И он снова повернулся к нам.
— Господа, — сказал он, — не будете ли вы так любезны передать мне эту штучку?..
— Какую штучку?..
— Во-о-он ту, — указал Петро, — зелененькую с кра-а-а-асненьким огоньком. Поз-з-залуйста, — и с этими словами он сделал невинно-обиженное лицо.
М., на время забывшийся, вдруг оживает.
— Да Петро!.. — кричит он. — Ты меня сбил!.. На чем я … А!.. Стены!.. Мы — как стены!.. Мы — лупы, и если через нас на что-нибудь посмотреть, то это что-то увеличится. Будет преобладать. Вот, например, Петро, — он указал на Петро, который тушил косяк и ухмылялся, — стены у него зеленые. На стене — портрет Боба Марли и карта Камбоджи. Это значит, что он тяготеет…
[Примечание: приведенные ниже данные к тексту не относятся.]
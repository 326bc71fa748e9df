package org.roundtable.statistics;

import java.util.Objects;

/**
 * A diagnostic attached to a statistical result: a stable machine-readable code and a sentence
 * for people.
 *
 * @param code    stable identifier, lower case with hyphens (e.g. {@code zero-spread})
 * @param message explanation for a report reader
 */
public record StatisticsWarning(String code, String message) {

    public StatisticsWarning {
        Objects.requireNonNull(code, "code");
        Objects.requireNonNull(message, "message");
    }
}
— К чему это я тяготею?!.. — взревел вдруг Петро, бешено вращая глазами.
— Э-э-э… — М. запнулся.
— Нет, ты скажи, к чему?!.. — не унимался Петро.
— К растительности ты тяготеешь!.. — с выпадом сказал М.
— А, — Петро вдруг успокоился. — Это да. Это ты верно подметил… Продолжай.
Но М. опять забыл, о чем рассуждал минуту назад.
— Вот всегда с вами так, — проворчал он. — Вот всегда так… Ну вас всех на хрен.
— О чем разговор?.. — сонным голосом осведомился Алекс. — Я что-то пропустил?..
Но ему никто не ответил.
На всех вдруг напала какая-то хандра. Каждый занялся чем-то своим: М. демонстративно ото всех отодвинулся, достал плеер и стал что-то слушать, Алекс лег спать дальше, я — закурил сигарету, а Петро опять приник к колонкам. Какой-то странной показалась мне вдруг его скорчившаяся фигура. Он был похож на убитого горем мужа, упавшего на могилу скончавшейся жены. Или на чокнутого юродивого, тронувшегося при виде кучки костей какого-то святого. Но для Петро сейчас священными мощами были колонки, бас же был самим Господом Богом…
— Петро, — позвал я.
Но он не отреагировал. Наверное, не слышал.
* * *
Камбоджа — это крохотная страна, находящаяся где-то у черта на рогах. Говорят, там круглый год солнце и люди ходят почти голые. Не знаю, я там ни разу не был. Петро там тоже не был, но это не мешает ему о Камбодже рассказывать. Думать о Камбодже. Мечтать о Камбодже. Сколько я его знаю, в мыслях он всегда — там. Вся его квартира обклеена картами, плакатами, фотографиями — словом, всем, что связано с этой страной. А комната у него зеленая — в качестве напоминания о тропических лесах.
— Да что ты там забыл, в конце-то концов?.. — спрашивал я его иногда.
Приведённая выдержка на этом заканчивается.